= Assigned task =
Give the number of lines in the records below that contain the word "given". State only that number.

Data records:
▽

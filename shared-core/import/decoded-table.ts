/**
 * A table as a decoder produced it, before any validation: the header and the data rows with their
 * spreadsheet row numbers. Delimited text gives strings; XLSX gives numbers, booleans and dates too.
 *
 * Decoding bytes (encodings, delimiters, XLSX, zip) happens in the host; everything from here on is
 * the same for every host, so the app and the CLI show the same import report.
 */
export type Cell = string | number | boolean | Date | null;

export interface DecodedRow {
  /** The row as the spreadsheet numbers it (the header of a plain text file is row 1). */
  row: number;
  cells: Cell[];
  /** The row is hidden in the workbook (reported, still read). */
  hidden?: boolean;
}

/** What the decoder knows about the source bytes and the settings it used or detected. */
export interface TableSource {
  format: 'delimited' | 'xlsx' | 'paste';
  /** Lowercase hex SHA-256 of the source bytes (for pasted text: of its UTF-8 encoding). */
  sha256: string;
  bytes: number;
  encoding?: string;
  delimiter?: string;
  /** How the encoding and delimiter were chosen: given by the user or detected. */
  encodingSource?: 'given' | 'bom' | 'detected';
  delimiterSource?: 'given' | 'detected';
}

/** A note from the decoder that belongs in the import report (a formula without a cached value). */
export interface DecoderNote {
  code: string;
  message: string;
  row?: number;
  column?: string;
}

export interface DecodedTable {
  file: string;
  sheet?: string;
  /** The spreadsheet row of the header. */
  headerRow: number;
  header: string[];
  rows: DecodedRow[];
  source?: TableSource;
  notes?: DecoderNote[];
  /** Spreadsheet rows that were entirely blank between data rows (listed, not read). */
  blankRows?: number[];
}

/** The text a user would see in the cell, for messages and the report. */
export function cellText(cell: Cell): string {
  if (cell === null) return '';
  if (cell instanceof Date) return Number.isNaN(cell.getTime()) ? 'invalid date' : cell.toISOString();
  return String(cell);
}

/** A cell that holds nothing (empty, or only spaces). */
export function isBlankCell(cell: Cell): boolean {
  return cell === null || (typeof cell === 'string' && cell.trim() === '');
}
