// `npm run bench`: speed figures as ratios measured in one run, on this machine, now.
// Every figure is the best of a few runs (the least disturbed by other work on the machine).
import { existsSync, mkdtempSync, rmSync, writeFileSync } from 'node:fs';
import { tmpdir } from 'node:os';
import { dirname, join, resolve } from 'node:path';
import { fileURLToPath } from 'node:url';
import { processSecondsInTurn, repeats } from './bench-process.js';

const root = resolve(dirname(fileURLToPath(import.meta.url)), '..');
const dist = (path) => join(root, 'dist', path);
const { analyzePhaseOne } = await import(dist('shared-core/study/phase-one.js'));
const { defaultOptions } = await import(dist('shared-core/study/analysis-types.js'));
const { poissonQuantile, poissonUpperQuantile } = await import(dist('shared-core/stats/poisson.js'));

const sizes = (process.env.LL_BENCH_SIZES ?? '10000,100000,1000000').split(',').map(Number);
const work = mkdtempSync(join(tmpdir(), 'limit-ledger-bench-'));

/** A seeded generator, so that every run measures the same data. */
function generator(seed) {
  let state = seed >>> 0;
  return () => {
    state = (Math.imul(state, 1664525) + 1013904223) >>> 0;
    return state / 2 ** 32;
  };
}

function poissonDraw(random, mean) {
  let count = 0;
  let product = random();
  const limit = Math.exp(-mean);
  while (product > limit) {
    count++;
    product *= random();
  }
  return count;
}

function writeHistory(periods) {
  const random = generator(periods);
  const rows = ['lot,count,units'];
  const observations = [];
  for (let i = 0; i < periods; i++) {
    const units = 8 + Math.floor(random() * 5);
    const count = poissonDraw(random, 0.6 * units);
    rows.push(`L${i + 1},${count},${units}`);
    observations.push({ label: `L${i + 1}`, row: i + 2, count, units });
  }
  const file = join(work, `history-${periods}.csv`);
  writeFileSync(file, rows.join('\n') + '\n');
  return { file, observations };
}

function best(run) {
  let fastest = Infinity;
  for (let i = 0; i < repeats; i++) {
    const start = process.hrtime.bigint();
    run();
    fastest = Math.min(fastest, Number(process.hrtime.bigint() - start) / 1e9);
  }
  return fastest;
}

// The floor every CSV tool stands on: start node, read the file, split it, sum one column.
const bareReadAndSum = `
const text = require('fs').readFileSync(process.argv[1], 'utf8');
let sum = 0;
for (const line of text.split('\\n').slice(1)) if (line) sum += Number(line.split(',')[1]);
process.stdout.write(String(sum));`;

const seconds = (s) => (s < 1 ? `${(s * 1000).toFixed(1)} ms` : `${s.toFixed(2)} s`);
const table = (title, header, rows) => {
  const widths = header.map((h, i) => Math.max(h.length, ...rows.map((r) => String(r[i]).length)));
  const line = (cells) => cells.map((c, i) => String(c).padStart(widths[i])).join('  ');
  console.log(`\n${title}\n${line(header)}\n${rows.map(line).join('\n')}`);
};

try {
  const rows = [];
  for (const periods of sizes) {
    const { file, observations } = writeHistory(periods);
    // The processes first, while this one is quiet: the in-process analysis leaves garbage whose
    // collection would run on the machine's cores beside them.
    const [bare, cli] = processSecondsInTurn([
      ['-e', bareReadAndSum, file],
      [
        join(root, 'bin/limit-ledger.js'),
        'analyze',
        file,
        '--count',
        'count',
        '--units',
        'units',
        '--label',
        'lot',
        '--json',
      ],
    ]);
    const core = best(() => analyzePhaseOne(observations, [], defaultOptions));
    rows.push([
      periods.toLocaleString('en-US'),
      seconds(bare.wall),
      seconds(core),
      `${(core / bare.wall).toFixed(2)}×`,
      seconds(cli.wall),
      `${(cli.wall / bare.wall).toFixed(2)}×`,
      `${(cli.cpu / bare.cpu).toFixed(2)}×`,
    ]);
  }
  table(
    'Phase I analysis (u chart, sigma limits, rule beyond); ratios to a bare read-and-sum of the same CSV in node',
    [
      'periods',
      'read-and-sum',
      'core analysis',
      'core ÷ bare',
      'analyze --json',
      'analyze ÷ bare',
      'same, CPU time',
    ],
    rows,
  );
  console.log('target: analyze --json on 100,000 periods within 3× the bare read-and-sum');

  const quantileRows = [1, 100, 1e6].map((mean) => {
    const random = generator(7);
    let evaluations = 0;
    const start = process.hrtime.bigint();
    let elapsed = 0;
    while (elapsed < 0.4) {
      for (let i = 0; i < 200; i++) {
        poissonUpperQuantile(0.00135 * (0.5 + random()), mean);
        poissonQuantile(0.00135 * (0.5 + random()), mean);
      }
      evaluations += 400;
      elapsed = Number(process.hrtime.bigint() - start) / 1e9;
    }
    return [mean.toLocaleString('en-US'), Math.round(evaluations / elapsed).toLocaleString('en-US')];
  });
  table('Exact Poisson quantiles (upper and lower tails)', ['mean', 'evaluations per second'], quantileRows);

  // Benchmarks of the other parts, each in its own module beside this one.
  for (const [name, exportName, title] of [
    ['bench-import.js', 'benchImport', 'Import (100,000 rows)'],
    ['bench-study.js', 'benchStudy', 'Study document (100,000 observations, 1,000 audit events)'],
    ['bench-packet.js', 'benchPacket', 'Approval packet (PDF + workbook + signature, whole process)'],
    ['bench-screens.js', 'benchScreens', 'Screens, measured in the page'],
  ]) {
    const path = join(root, 'scripts', name);
    if (!existsSync(path)) continue;
    try {
      const module = await import(path);
      const results = await module[exportName]();
      if (results.length === 0) continue;
      const header = Object.keys(results[0]);
      table(
        title,
        header,
        results.map((r) =>
          header.map((h) => (typeof r[h] === 'number' ? Number(r[h].toPrecision(4)) : r[h])),
        ),
      );
    } catch (error) {
      console.log(`\n${title}: not measured (${error.message})`);
    }
  }
} finally {
  rmSync(work, { recursive: true, force: true });
}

△

= Answer for this exercise =
3